A Canadian Cabinet minister pledged again Wednesday to support efforts to find more unmarked graves at former residential schools for Indigenous students after the remains of 215 children were located at what was once Canada’s largest such school.

The comments from Indigenous Relations Minister Carolyn Bennett come as First Nations leaders called for an examination of other former residential schools — institutions that held Indigenous children taken from families across the nation.

Chief Rosanne Casimir of the Tk’emlups te Secwepemc First Nation in British Columbia has said the remains of 215 children were confirmed last month at the school in Kamloops, British Columbia, with the help of ground-penetrating radar. So far none has been excavated.

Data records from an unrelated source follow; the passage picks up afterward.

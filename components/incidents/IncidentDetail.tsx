"use client";
// One incident as history keeps it: its alerts with their lifetimes and the origin ranking from
// when the most components fired.
import Link from "next/link";
import type { ReactNode } from "react";
import { Badge } from "@/components/ui/Badge";
import { Card, Stat } from "@/components/ui/Card";
import { Notice } from "@/components/ui/Notice";
import { When } from "@/components/ui/When";
import { incidentDetailResponseSchema } from "@/lib/api/schemas/incidents";
import { useApi } from "@/lib/client/api";
import { lift } from "@/lib/incidents/view";
import { AlertsTable } from "./AlertsTable";

export function IncidentDetail({ env, number }: { env: string; number: number }) {
  const detail = useApi(incidentDetailResponseSchema, `/api/v1/environments/${env}/incidents/${number}`, { refreshInterval: 30_000 });
  const d = detail.data;
  const r = d?.incident.ranking;
  const link = (k: string) => (
    <Link key={k} href={`/environments/${env}/components/${encodeURIComponent(k)}`} className="font-mono text-ink hover:text-brass">
      {k}
    </Link>
  );
  return (
    <div className="space-y-4">
      <div>
        <p className="text-sm">
          <Link href={`/environments/${env}/incidents`} className="text-brass hover:underline">
            ← Incidents
          </Link>
        </p>
        <h1 className="text-2xl font-semibold tracking-tight">Incident #{number}</h1>
        {d && (
          <p className="mt-1 text-sm text-muted" data-testid="incident-times">
            Opened <When at={d.incident.openedAt} /> ·{" "}
            {d.incident.resolvedAt ? (
              <>
                resolved <When at={d.incident.resolvedAt} />
                {d.incident.resolvedBy ? ` (${d.incident.resolvedBy})` : ""}
              </>
            ) : (
              "still open"
            )}
          </p>
        )}
      </div>
      <Notice tone="caution" title="A probability, not a diagnosis">
        {d?.caution ?? "The probable origin is a probability read from the declared dependency graph, not a diagnosis."}
      </Notice>
      {detail.error && (
        <Notice tone="error" title={detail.error.status === 404 ? "No such incident" : "Could not load the incident"}>
          {detail.error.message}
        </Notice>
      )}
      {d && (
        <>
          {d.incident.status === "open" && (
            <Notice title="This incident is still open">
              The live screen follows it: <Link href={`/environments/${env}/incidents`} className="text-brass hover:underline">Incidents</Link>.
            </Notice>
          )}
          <div className="grid grid-cols-2 gap-3 md:grid-cols-4">
            <Stat label="Alerts" value={d.incident.alertCount} />
            <Stat label="Peak firing" value={d.incident.peakFiring} hint="components at once" />
            <Stat label="Explained" value={r ? `${r.explainedCount} of ${r.firing.length}` : "—"} hint="by the probable origin(s) at the peak" />
            <Stat label="Predicted down" value={r?.predicted.down ?? "—"} hint="beyond what fired" />
          </div>
          {r && (
            <div className="grid gap-4 lg:grid-cols-2">
              <Card title="Origin ranking at the peak">
                <div className="space-y-2 text-sm" data-testid="stored-ranking">
                  <p className="text-xs text-muted">
                    Computed <When at={r.computedAt} /> on snapshot{" "}
                    {r.snapshot ? (
                      <>
                        #{r.snapshot.number} (pushed <When at={r.snapshot.createdAt} />)
                      </>
                    ) : (
                      "none"
                    )}
                    .
                  </p>
                  {r.origins.length === 0 && <p className="text-muted">No firing component&apos;s failure explained another one.</p>}
                  <ol className="space-y-1">
                    {r.origins.map((o) => (
                      <li key={o.key}>
                        {link(o.key)} <span className="text-muted">explains {o.explains} of {r.firing.length}{o.degraded ? ` (${o.degraded} only as degraded)` : ""}</span>
                      </li>
                    ))}
                  </ol>
                  {r.unexplained.length > 0 && <p className="text-muted">Not explained by anything firing: {r.unexplained.map(link).reduce<ReactNode[]>((a, x, i) => (i ? [...a, ", ", x] : [x]), [])}</p>}
                  {r.silent.length > 0 && (
                    <p className="text-muted">
                      Silent suspects: {r.silent.map((s) => `${s.kind === "zone" ? "zone " : ""}${s.key} (explains ${s.explains})`).join(", ")}
                    </p>
                  )}
                  {r.unknownAlerts.length > 0 && <p className="text-degraded">Alerts naming no known component: {r.unknownAlerts.map((u) => `${u.value ?? "no component label"} (${u.alerts})`).join(", ")}</p>}
                </div>
              </Card>
              <Card title="Walk along needs at the peak (personalised PageRank)">
                <ol className="space-y-1 text-sm">
                  {r.pagerank.map((p) => (
                    <li key={p.key} className="flex items-center gap-2">
                      {link(p.key)}
                      {!p.firing && <Badge tone="info">not alerting</Badge>}
                      <span className="ml-auto font-mono text-xs text-faint">{p.usual > 0 ? `${lift(p)} usual` : ""}</span>
                      <span className="w-14 text-right font-mono tabular-nums text-muted">{p.score.toFixed(3)}</span>
                    </li>
                  ))}
                </ol>
              </Card>
            </div>
          )}
          <Card title="Alerts and their lifetimes">
            <AlertsTable env={env} alerts={d.alerts} show="history" />
          </Card>
        </>
      )}
    </div>
  );
}
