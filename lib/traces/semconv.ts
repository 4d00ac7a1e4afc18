// Who a span calls, read from the OpenTelemetry semantic conventions. The rules, in the order they
// are tried for a CLIENT span (each names the attribute's page in the semantic conventions):
//   1. the service.name of the SERVER span that is its child (same trace, parent = this span):
//      the callee said who it is (resource/service.md) — decided by the fold, not here;
//   2. peer.service — "the service.name of the remote service" (registry/attributes/peer.md);
//   3. server.address, else the deprecated net.peer.name (registry/attributes/net.md: "replaced by
//      server.address on client spans"), else the host of url.full / http.url: the server's DNS name
//      (general/attributes.md, server.address); a port written into the value is stripped;
//   4. rpc.service — "the full (logical) name of the service being called" (registry/attributes/rpc.md);
//   5. a database call (db.system.name, or the deprecated db.system; database/database-spans.md):
//      the datastore is named by its address (rule 3) when there is one, else by db.namespace, "the
//      name of the database, fully qualified within the server address" (registry/attributes/db.md),
//      prefixed with the system. Never by the product alone: every service using "postgresql" would
//      then share one made-up component and look like a single point of failure.
// Messaging (messaging/messaging-spans.md) is asynchronous: a PRODUCER (or a CLIENT "send") and a
// CONSUMER both need the destination, "uniquely identified by its name within the messaging system
// instance", so producer → destination ← consumer and never producer → consumer: a consumer being
// down does not take the producer down.
import { KEY_PATTERN } from "@/lib/inventory/types";
import type { CalleeAttributes } from "./types";

export type CalleeKind = "service" | "datastore" | "queue";

/** How a callee was named; kept with each observed edge so the drift screen can say why. */
export type Evidence =
  | "child-span"
  | "parent-span"
  | "peer.service"
  | "server.address"
  | "net.peer.name"
  | "url.full"
  | "rpc.service"
  | "db.namespace"
  | "messaging.destination";

export interface Callee {
  /** A component key (normaliseKey). */
  name: string;
  kind: CalleeKind;
  /** Protocol label for the need's `via`. */
  via: string | null;
  evidence: Evidence;
}

/**
 * A name from telemetry as a component key: lower-cased, characters outside a-z 0-9 . _ - become
 * "-", leading non-alphanumerics dropped, cut to 128 ("Checkout API" → "checkout-api").
 */
export function normaliseKey(raw: string): string | null {
  const key = raw
    .toLowerCase()
    .replace(/[^a-z0-9._-]/g, "-")
    .replace(/^[^a-z0-9]+/, "")
    .slice(0, 128);
  return KEY_PATTERN.test(key) ? key : null;
}

/** "cart:7070" → "cart", "[::1]:443" → "::1"; a bare IPv6 address is left whole. */
export function stripPort(host: string): string {
  const bracketed = /^\[([^\]]+)\](?::\d+)?$/.exec(host);
  if (bracketed) return bracketed[1]!;
  const colons = host.split(":").length - 1;
  return colons === 1 ? host.replace(/:\d*$/, "") : host;
}

function hostOfUrl(url: string): string | null {
  try {
    const host = new URL(url).hostname;
    return host === "" ? null : host.replace(/^\[|\]$/g, "");
  } catch {
    return null;
  }
}

/** The protocol a call used, for `via`. */
export function protocolOf(a: CalleeAttributes): string | null {
  if (a.messagingSystem) return a.messagingSystem.toLowerCase();
  if (a.dbSystem) return a.dbSystem.toLowerCase();
  if (a.rpcSystem) return a.rpcSystem.toLowerCase();
  if (a.httpMethod || a.urlFull) return "http";
  return null;
}

/** The messaging destination a producer or consumer needs, or null without a usable destination name. */
export function messagingDestination(a: CalleeAttributes): Callee | null {
  if (!a.messagingSystem || !a.messagingDestination || a.messagingDestinationTemporary) return null;
  const name = normaliseKey(`${a.messagingSystem}-${a.messagingDestination}`);
  return name === null ? null : { name, kind: "queue", via: `${a.messagingSystem.toLowerCase()} (asynchronous)`, evidence: "messaging.destination" };
}

/** Rules 2–5 above: the callee the attributes of one CLIENT span name, or null. */
export function calleeFromAttributes(a: CalleeAttributes): Callee | null {
  const kind: CalleeKind = a.dbSystem ? "datastore" : "service";
  const via = protocolOf(a);
  const named = (raw: string | null | undefined, evidence: Evidence): Callee | null => {
    if (!raw) return null;
    const name = normaliseKey(raw);
    return name === null ? null : { name, kind, via, evidence };
  };
  return (
    named(a.peerService, "peer.service") ??
    named(a.serverAddress ? stripPort(a.serverAddress) : null, "server.address") ??
    named(a.netPeerName ? stripPort(a.netPeerName) : null, "net.peer.name") ??
    named(a.urlFull ? hostOfUrl(a.urlFull) : null, "url.full") ??
    named(a.rpcService, "rpc.service") ??
    (a.dbSystem && a.dbNamespace ? named(`${a.dbSystem}-${a.dbNamespace}`, "db.namespace") : null)
  );
}

/** Is this span a messaging operation (its attributes name a messaging system)? */
export const isMessaging = (a: CalleeAttributes): boolean => a.messagingSystem !== undefined;

/** Database spans have no instrumented server side to wait for. */
export const isDatabaseCall = (a: CalleeAttributes): boolean => a.dbSystem !== undefined;
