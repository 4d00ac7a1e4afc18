// One message of the sink: its headers, then the HTML part in a sandboxed frame or the text part.
import Link from "next/link";
import { Card } from "@/components/ui/Card";
import { When } from "@/components/ui/When";
import type { SinkMessage } from "@/lib/mail/sink-store";

// The HTML is data, not our page: an empty sandbox runs no script, submits no form and gets an
// opaque origin; the CSP keeps it from fetching anything (no tracking pixels, no remote CSS).
const CSP = `<meta http-equiv="Content-Security-Policy" content="default-src 'none'; style-src 'unsafe-inline'; img-src data:">`;
// Always first: a policy inserted after the message's own <head> could follow tags that already fetch.
const framed = (html: string): string => `${CSP}${html}`;

export function MessageView({ message, view }: { message: SinkMessage; view: "html" | "text" }) {
  const show = view === "html" && message.html !== null ? "html" : "text";
  const tab = (target: "html" | "text", label: string, available: boolean) =>
    available ? (
      <Link
        href={`/admin/mail?m=${encodeURIComponent(message.id)}${target === "text" ? "&view=text" : ""}`}
        aria-current={show === target ? "true" : undefined}
        className={`rounded px-2 py-1 text-xs ${show === target ? "bg-raised text-ink" : "text-muted hover:text-ink"}`}
      >
        {label}
      </Link>
    ) : (
      <span className="px-2 py-1 text-xs text-faint">{label}: none</span>
    );

  return (
    <Card
      title={message.subject || "(no subject)"}
      action={
        <div className="flex gap-1" role="group" aria-label="Part">
          {tab("html", "HTML", message.html !== null)}
          {tab("text", "Plain text", message.text !== null)}
        </div>
      }
    >
      <dl className="mb-4 grid grid-cols-[auto_1fr] gap-x-4 gap-y-1 text-sm">
        <dt className="text-faint">From</dt>
        <dd className="font-mono text-xs leading-5 text-ink">{message.from}</dd>
        <dt className="text-faint">To</dt>
        <dd className="font-mono text-xs leading-5 text-ink" data-testid="mail-to">{message.to}</dd>
        <dt className="text-faint">Date</dt>
        <dd className="font-mono text-xs leading-5 text-ink"><When at={message.date} seconds empty="unknown" /></dd>
        <dt className="text-faint">Size</dt>
        <dd className="font-mono text-xs leading-5 text-muted">{(message.bytes / 1024).toFixed(1)} KiB · {message.id}.eml</dd>
      </dl>
      {show === "html" && message.html !== null ? (
        <iframe
          title={`HTML part of “${message.subject}”`}
          sandbox=""
          referrerPolicy="no-referrer"
          srcDoc={framed(message.html)}
          className="h-[560px] w-full rounded-md border border-line bg-white"
        />
      ) : (
        <pre className="max-h-[560px] overflow-auto whitespace-pre-wrap rounded-md border border-line bg-canvas p-3 font-mono text-xs leading-5 text-ink">
          {message.text ?? "(no plain-text part)"}
        </pre>
      )}
    </Card>
  );
}
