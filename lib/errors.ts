// One error type, one code→status map, one place that renders errors (DESIGN §4 error shape).
import { NextResponse } from "next/server";
import type { z } from "zod";
import type { InventoryIssue } from "./inventory/types";

export const ERROR_STATUS = {
  bad_request: 400,
  unauthorized: 401,
  forbidden: 403,
  not_found: 404,
  conflict: 409,
  /** A real push that a change policy at `block` refuses (lib/data/impact.ts). */
  policy_blocked: 409,
  payload_too_large: 413,
  unsupported_media_type: 415,
  invalid_inventory: 422,
  invalid_request: 422,
  rate_limited: 429,
  internal: 500,
} as const;
export type ErrorCode = keyof typeof ERROR_STATUS;

export interface ErrorBody {
  error: ErrorCode;
  message: string;
  issues?: InventoryIssue[];
}

export class AppError extends Error {
  readonly code: ErrorCode;
  readonly issues?: InventoryIssue[];

  constructor(code: ErrorCode, message: string, issues?: InventoryIssue[]) {
    super(message);
    this.name = "AppError";
    this.code = code;
    this.issues = issues;
  }

  get status(): number {
    return ERROR_STATUS[this.code];
  }

  toBody(): ErrorBody {
    return { error: this.code, message: this.message, ...(this.issues ? { issues: this.issues } : {}) };
  }
}

export const notFound = (what: string) => new AppError("not_found", `${what} not found`);
export const forbidden = (message = "Your role does not allow this") => new AppError("forbidden", message);
export const unauthorized = () => new AppError("unauthorized", "Sign in or send an API token (Authorization: Bearer ppt_…)");

/** zod issues → our located issues (path like `body.scopes[0]`). */
export function zodIssues(error: z.ZodError, prefix = ""): InventoryIssue[] {
  return error.issues.map((issue) => ({
    path: formatPath(prefix, issue.path),
    message: issue.message,
  }));
}

export function formatPath(prefix: string, path: readonly PropertyKey[]): string {
  let out = prefix;
  for (const part of path) {
    if (typeof part === "number") out += `[${part}]`;
    else out += out ? `.${String(part)}` : String(part);
  }
  return out || "(root)";
}

/** Parse with a zod schema or throw a 422 that names every problem. */
export function parseOrThrow<T extends z.ZodType>(schema: T, value: unknown, what: string): z.infer<T> {
  const result = schema.safeParse(value);
  if (!result.success) {
    throw new AppError("invalid_request", `Invalid ${what}`, zodIssues(result.error, what === "query" ? "query" : ""));
  }
  return result.data;
}

/** Render any thrown value as the API's error JSON; unknown errors are logged and never leak internals. */
export function errorResponse(error: unknown): NextResponse<ErrorBody> {
  if (error instanceof AppError) {
    return NextResponse.json(error.toBody(), { status: error.status });
  }
  console.error("[api] unexpected error:", error);
  return NextResponse.json({ error: "internal", message: "Something went wrong on our side; it has been logged" } as const, {
    status: 500,
  });
}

Prime Minister Justin Trudeau has said the government will help preserve gravesites and search for potential unmarked burial grounds at other former residential schools. But Trudeau and his ministers have stressed need for Indigenous communities to decide for themselves how they want to proceed.

“We will be there to support every community that wants to do this work,” Bennett said.

“We know right now that that work is urgent.”

The government previously announced $27 million Canadian (US$22 million) for the effort. Bennett called that a first step.

“I know people are eager for answers but we do have the respect the privacy and mourning period of those communities that are collecting their thoughts and putting together protocols on how to honor these children,” Indigenous Services Minister Marc Miller said.

A National Truth and Reconciliation Commission, which was set up as part of a government apology and settlement over the schools, issued a report in 2015 that called on the government to work with Indigenous community leaders and respond to families’ wishes for commemoration ceremonies, markers and reburials in home communities.

From the 19th century until the 1970s, more than 150,000 First Nations children were required to attend state-funded Christian schools as part of a program to assimilate them into Canadian society. They were forced to convert to Christianity and not allowed to speak their native languages. Many were beaten and verbally abused, and up to 6,000 are said to have died.

The Canadian government apologized in Parliament in 2008 and admitted that physical and sexual abuse in the schools was rampant. Many students recalled being beaten for speaking their languages. They also lost touch with their parents and customs.

Indigenous leaders plan to bring in forensics experts to identify and repatriate the remains of the children found buried on the Kamloops site. Perry Bellegarde, chief of the Assembly of First Nations, spoke with Trudeau this week and urged him to work with First Nations “to find all the unmarked graves of our stolen children.”

Murray Sinclair, the former chair of the reconciliation commission, said more sites will be found.

“We know there are lots of sites similar to Kamloops that are going to come to light in the future. We need to begin to prepare ourselves for that,” Sinclair said.

The reconciliation commission has records of at least 51 children dying at the school between 1915 and 1963. It identified about 3,200 confirmed deaths at schools throughout Canada, but noted the schools did not record the cause of death in almost half of them.

The commission said the practice at the time was not to send the bodies of the students who died at the schools to their communities.

The Kamloops Indian Residential School was Canada’s largest such facility and was operated by the Roman Catholic Church between 1890 and 1969 before the federal government took it over as a day school until 1978, when it was closed.